Pubdate: Thu, 02 Feb 2006
Source: Bangor Daily News (ME)
Copyright: 2006 Bangor Daily News Inc.
Contact:  http://www.bangornews.com/
Details: http://www.mapinc.org/media/40
Author: Robert Sharpe

"HARD DRUGS" VS "SOFT DRUGS" - MAKE THE DISTINCTION

There is a middle ground between drug prohibition and blanket 
legalization. Switzerland's heroin maintenance trials have been shown 
to reduce disease, death and crime among chronic users. Addicts would 
not be sharing needles if not for zero-tolerance laws that restrict 
access to clean syringes, nor would they be committing crimes if not 
for artificially inflated black-market prices. Heroin maintenance 
pilot projects are under way in Canada, Germany, Spain and the 
Netherlands. If expanded, prescription heroin maintenance would 
deprive organized crime of a core client base.

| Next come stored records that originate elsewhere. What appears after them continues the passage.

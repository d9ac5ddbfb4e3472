import { Router } from 'express';
import { allow } from '../platform/signing-in/authentication.js';
import { signedIn } from '../platform/signing-in/signed-in.js';
import type { ToolsService } from './tools.service.js';

/** `/tools`: the register of measuring tools. */
export function toolRoutes(tools: ToolsService): Router {
  const router = Router();
  router.get('/', allow('tools.read'), async (request, response) => {
    response.json(await tools.list(signedIn(request)));
  });
  return router;
}
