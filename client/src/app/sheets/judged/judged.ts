import { ChangeDetectionStrategy, Component, computed, input } from '@angular/core';
import type { Judgement } from '@second-spanner/shared/contracts/verdict';
import { Sentence } from '../../quantity/sentence';
import { VerdictLine } from '../../verdict/verdict';

const ruleMark = ' Rule: ';

/** A judgement's sentence without the rule behind it, for lists. */
export const withoutRule = (reason: string): string => reason.split(ruleMark)[0] ?? reason;

/** A judgement at the stand: sign, word and sentence; the rule behind it is a touch away. */
@Component({
  selector: 'ss-judged',
  imports: [Sentence, VerdictLine],
  changeDetection: ChangeDetectionStrategy.OnPush,
  template: `
    <ss-verdict [of]="of().verdict" [sentence]="parts().sentence" />
    @if (parts().rule; as rule) {
      <details class="small quiet">
        <summary>The rule</summary>
        <ss-sentence [text]="rule" />
      </details>
    }
  `,
  styles: `
    :host {
      display: block;
    }

    summary {
      padding: var(--ss-1) 0;
      cursor: pointer;
    }
  `,
})
export class Judged {
  readonly of = input.required<Judgement>();

  protected readonly parts = computed(() => {
    const [sentence = '', rule = null] = this.of().reason.split(ruleMark);
    return { sentence, rule };
  });
}
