def nearby(
    points: Points, at: float, scale: Scale, most: int = NEAREST, span: tuple[float, float] | None = None
) -> Nearby:
    """Fit a parabola to the trusted points nearest to a place, on its side of any jump.

    Parameters
    ----------
    points : Points
        The sweep.
    at : float
        Place on the abscissa.
    scale : str
        "log": the natural logarithm of the readings is fitted.
    most : int
        Number of points.
    span : tuple of float
        What the number rests on; the place alone if left out. A jump inside of it belongs to the curve: a place between
        the two points of a jump has both sides for its neighbours, so that its scatter spans the jump.

    Returns
    -------
    Nearby
        Curvature [scale per abscissa squared], scatter [scale], degrees of freedom: points minus 3.

    Raises
    ------
    CannotExtract
        Fewer than four points can be used.
    """
    usable = points.trusted & ((points.y > 0.0) if scale == "log" else np.ones(points.x.shape, dtype=np.bool_))
    x, y, place = points.x[usable], points.y[usable], points.place[usable]
    if x.size < LEAST:
        what = "a curve has too few points that are readings, not bounds"
        raise CannotExtract(what, str(x.size), f"{LEAST} or more", at=points.place)
    y = np.log(y) if scale == "log" else y
    side = _unbroken(x, jumps_in(x, y, scale), *(span or (at, at)))
    x, y, place = x[side], y[side], place[side]
    if x.size < LEAST:
        what = "the curve jumps, and the side of the jump that is read has too few points to tell their scatter"
        raise CannotExtract(what, str(x.size), f"{LEAST} or more", "measure more points on that side", at=place)
    chosen = np.argsort(np.abs(x - at), kind="stable")[:most]
    x, y = x[chosen], y[chosen]
    size = float(np.max(np.abs(x - at)))
    rows = np.vander((x - at) / size, 3, increasing=True)
    found = np.linalg.lstsq(rows, y, rcond=None)[0]
    freedom = x.size - 3
    left = float(np.sqrt(np.sum((y - rows @ found) ** 2) / freedom))
    rounding = 8.0 * np.finfo(np.float64).eps * float(np.max(np.abs(y), initial=0.0))
    bend = float(found[2])
    return Nearby(bend / size**2 if abs(bend) > rounding else 0.0, left if left > rounding else 0.0, freedom)


@dataclass(frozen=True)
class Crossing:
    """Where a curve crosses a level: abscissa, parts of its uncertainty, and the two points it lies between.

    ``bracketed``: one of the two is only a bound, so the crossing may lie anywhere between them.
    """

    x: float
    parts: tuple[Part, ...]
    left: int
    right: int
    rising: bool
    bracketed: bool = False

    @property
    def remarks(self) -> tuple[str, ...]:
        """What a reader must know about the place."""
        return (BRACKETED,) if self.bracketed else ()


def _hidden(points: Points, level: float) -> IntArray:
    """Lines between a reading and a bound that must reach the level somewhere: the left of their two points."""
    y, sure = points.y, points.trusted
    low, high = points.at_floor & (y < level), points.at_compliance & (y > level)
    above, below = (sure & (y > level)) | high, (sure & (y < level)) | low
    passes = (above[:-1] & below[1:]) | (below[:-1] & above[1:])
    return np.asarray(np.flatnonzero(passes & ~(sure[:-1] & sure[1:])))


def _on_scale(y: Array, scale: Scale) -> Array:
    with np.errstate(divide="ignore", invalid="ignore"):
        return np.asarray(np.log(y) if scale == "log" else y)


def crossings(points: Points, level: float, scale: Scale, accuracy: Accuracy | None = None) -> list[Crossing]:
    """Find every place where the straight lines between neighbouring points reach a level.

    Parameters
    ----------
    points : Points
        The sweep.
    level : float
        Level, in the unit of the readings; above 0 on a log scale.
    scale : str
        Scale on which the lines are straight.
    accuracy : Accuracy
        Stated accuracies.

    Returns
    -------
    list of Crossing
        In rising order of the abscissa. A line with a bound at one of its ends is not used: where it crosses is not
        known.
    """
    stated = accuracy or Accuracy()
    y, wanted = _on_scale(points.y, scale), (math.log(level) if scale == "log" else level)
    above = np.sign(y - wanted)
    sure = points.trusted & np.isfinite(y)
    exact = np.flatnonzero(sure & (above == 0.0))
    between = np.flatnonzero(sure[:-1] & sure[1:] & (above[:-1] * above[1:] < 0.0))
    found = []
    for left, right in [*((int(i), int(i)) for i in exact), *((int(i), int(i) + 1) for i in between)]:
        found.append(_crossing(points, y, wanted, left, right, scale, stated))
    return sorted(found, key=lambda one: one.x)
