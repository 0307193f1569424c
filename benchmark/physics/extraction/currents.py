"""Effective current of a switch from readings at half and full voltages, and means of sweeps (layer 3)."""

from __future__ import annotations

import math

import numpy as np

from benchmark.physics.extraction.result import (
    SWEEPS,
    Bound,
    CannotExtract,
    Extracted,
    Part,
    gathered,
    half_width,
)

__all__ = ["effective_current", "mean_of_sweeps"]


def _joint_bound(one: Bound, two: Bound) -> Bound:
    """Return the bound of a sum of two terms.

    Raises
    ------
    CannotExtract
        One is an upper, the other a lower bound.
    """
    if one and two and one != two:
        what = "of two numbers to add, one is an upper and one a lower bound"
        raise CannotExtract(what)
    return one or two


def _mean(one: Extracted, two: Extracted, more: tuple[Part, ...] = (), remarks: tuple[str, ...] = ()) -> Extracted:
    bound = _joint_bound(one.bound, two.bound)
    parts = () if bound else (*gathered((*one.parts, *two.parts), 0.5), *more)
    return Extracted(
        0.5 * (one.value + two.value),
        parts,
        one.points + two.points,
        (min(one.span[0], two.span[0]), max(one.span[1], two.span[1])),
        bound,
        np.concatenate([one.line_x, [math.nan], two.line_x]),
        np.concatenate([one.line_y, [math.nan], two.line_y]),
        one.used,
        (*one.remarks, *(remark for remark in two.remarks if remark not in one.remarks), *remarks),
    )


def effective_current(full_control: Extracted, full_path: Extracted) -> Extracted:
    """Return the mean of two currents read off curves: the effective drive current [A or A/m].

    Parameters
    ----------
    full_control : Extracted
        I_H: control at the supply, path at half of it.
    full_path : Extracted
        I_L: control at half the supply, path at the supply.

    Returns
    -------
    Extracted
        (I_H + I_L)/2; M. H. Na et al., "The effective drive current in CMOS inverters", IEDM 2002 (abstract). The
        errors of the two count as independent. With an upper bound in it, it is an upper bound, and likewise below.

    Raises
    ------
    CannotExtract
        One of the two is an upper and the other a lower bound.
    """
    return _mean(full_control, full_path)


def mean_of_sweeps(forward: Extracted, backward: Extracted) -> Extracted:
    """Return the mean of what a forward and a backward sweep give.

    Parameters
    ----------
    forward, backward : Extracted
        The same reading of both.

    Returns
    -------
    Extracted
        The mean; half the difference of the two counts as the half width of what the mean may be off by.

    Raises
    ------
    CannotExtract
        One of the two is an upper and the other a lower bound.
    """
    apart = forward.value - backward.value
    return _mean(
        forward, backward, (Part(SWEEPS, half_width(0.5 * apart)),), ("mean of the forward and backward sweep",)
    )
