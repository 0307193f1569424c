"""What an extraction gives: a number with its uncertainty in parts, or a bound (layer 3).

Uncertainties are standard uncertainties combined as in JCGM 100:2008, "Guide to the expression of uncertainty in
measurement": independent parts add as squares (5.1.2), a quantity known only to lie within +-a has the standard
uncertainty a/sqrt(3) (4.3.7), effective degrees of freedom follow Welch and Satterthwaite (G.4). From memory.
"""

from __future__ import annotations

import math
from collections.abc import Callable, Iterable
from dataclasses import dataclass, field
from typing import Literal

import numpy as np
from numpy.typing import NDArray

__all__ = [
    "Accuracy",
    "Array",
    "Bound",
    "CannotExtract",
    "Extracted",
    "Part",
    "Told",
    "combined",
    "half_width",
    "opposite",
]

Array = NDArray[np.float64]
BoolArray = NDArray[np.bool_]
IntArray = NDArray[np.int64]
Bound = Literal["", "at-least", "at-most"]

#: names of the parts of an uncertainty
SCATTER, SPACING, READING, SETTING = "scatter of the points", "spacing of the points", "reading", "setting"
SWEEPS = "difference of the sweeps"


@dataclass(frozen=True)
class Told:
    """A text with numbers in it, one for each ``{}``: all of the abscissa ("x") or all of the readings ("y")."""

    template: str
    axis: Literal["x", "y"]
    numbers: tuple[float, ...]

    def text(self, write: Callable[[str, float], str] | None = None) -> str:
        """Return the text; ``write`` puts an axis and an SI number into words, SI without it."""
        shown = [write(self.axis, one) if write else f"{one:.6g} (SI)" for one in self.numbers]
        return self.template.format(*shown)


def listed(axis: Literal["x", "y"], numbers: Iterable[float], before: str = "") -> Told:
    """Return numbers with commas between them."""
    found = tuple(float(one) for one in numbers)
    return Told(before + ", ".join("{}" for _ in found), axis, found)


class CannotExtract(ValueError):
    """A curve from which a number cannot be read; ``at`` are the places of the points it is about."""

    def __init__(
        self,
        what: str,
        found: str | Told = "",
        allowed: str | Told = "",
        hint: str = "",
        at: Iterable[int] | None = None,
    ) -> None:
        super().__init__(what)
        self.what, self.found, self.allowed, self.hint = what, found, allowed, hint
        self.at = () if at is None else tuple(int(one) for one in at)


@dataclass(frozen=True)
class Part:
    """One part of an uncertainty: its standard uncertainty, and degrees of freedom (inf: stated, not estimated)."""

    name: str
    size: float
    freedom: float = math.inf


@dataclass(frozen=True)
class Accuracy:
    """Stated standard uncertainties: ``reading`` of the measured column, relative [1]; ``setting`` of the abscissa."""

    reading: float = 0.0
    setting: float = 0.0


@dataclass(frozen=True)
class Extracted:
    """A number read off a curve.

    Attributes
    ----------
    value : float
        SI.
    parts : tuple of Part
        What the uncertainty is made of; empty for a bound, of which only the side is known.
    points : int
        Points of the curve that the number rests on.
    span : tuple of float
        Abscissa between which it was read.
    bound : str
        "": a number; "at-least", "at-most": a bound.
    line_x, line_y : array, shape (n,)
        The line to draw over the points.
    used : array of int, shape (points,)
        Places of those points in the arrays handed in.
    remarks : tuple of str
        What a reader must know about the number.
    """

    value: float
    parts: tuple[Part, ...]
    points: int
    span: tuple[float, float]
    bound: Bound = ""
    line_x: Array = field(default_factory=lambda: np.empty(0))
    line_y: Array = field(default_factory=lambda: np.empty(0))
    used: IntArray = field(default_factory=lambda: np.empty(0, dtype=np.int64))
    remarks: tuple[str, ...] = ()

    @property
    def uncertainty(self) -> float | None:
        """Combined standard uncertainty, SI; None for a bound."""
        return None if self.bound else combined(self.parts).size

    @property
    def freedom(self) -> float:
        """Effective degrees of freedom of the uncertainty."""
        return combined(self.parts).freedom


def combined(parts: Iterable[Part], name: str = "") -> Part:
    """Add independent parts as squares; degrees of freedom by Welch and Satterthwaite.

    Parameters
    ----------
    parts : iterable of Part
        Sizes in one unit.
    name : str
        Name of the sum.

    Returns
    -------
    Part
        ``size`` = sqrt(sum u^2); ``freedom`` = u^4 / sum(u_i^4 / nu_i), inf when nothing is estimated.
    """
    sizes = [(float(part.size), float(part.freedom)) for part in parts]
    total = math.hypot(*(size for size, _ in sizes))
    if total == 0.0:
        return Part(name, 0.0, min((freedom for _, freedom in sizes), default=math.inf))
    shares = sum((size / total) ** 4 / freedom for size, freedom in sizes)
    return Part(name, total, math.inf if shares == 0.0 else 1.0 / shares)


def half_width(width: float) -> float:
    """Return the standard uncertainty of a quantity known only to lie within +-``width``: width / sqrt(3)."""
    return abs(width) / math.sqrt(3.0)


def opposite(bound: Bound) -> Bound:
    """Return the bound of a quantity that falls when the bounded one rises."""
    return {"at-least": "at-most", "at-most": "at-least"}.get(bound, "")  # type: ignore[return-value]


def gathered(parts: Iterable[Part], factor: float = 1.0) -> tuple[Part, ...]:
    """Combine parts of the same name, times a factor; parts of size 0 without a claim to freedom are left out."""
    names: dict[str, list[Part]] = {}
    for part in parts:
        names.setdefault(part.name, []).append(part)
    found = [combined(group, name) for name, group in names.items()]
    return tuple(
        Part(one.name, one.size * abs(factor), one.freedom)
        for one in found
        if one.size > 0.0 or math.isfinite(one.freedom)
    )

This would render 
illegal heroin trafficking unprofitable and spare future generations addiction.

Marijuana should be taxed and regulated like alcohol, only without 
the ubiquitous advertising. Separating the hard- and soft-drug 
markets is critical. As long as marijuana distribution remains in the 
hands of organized crime, consumers of the most popular illicit drug 
will continue to come into contact with sellers of hard drugs such as 
cocaine. This "gateway" is the direct result of a fundamentally 
flawed policy. Given that marijuana is arguably safer than legal 
alcohol, it makes no sense to waste tax dollars on failed policies 
that finance organized crime and facilitate the use of hard drugs.

Robert Sharpe,

MPA Policy analyst Common Sense for Drug Policy Washington, D.C.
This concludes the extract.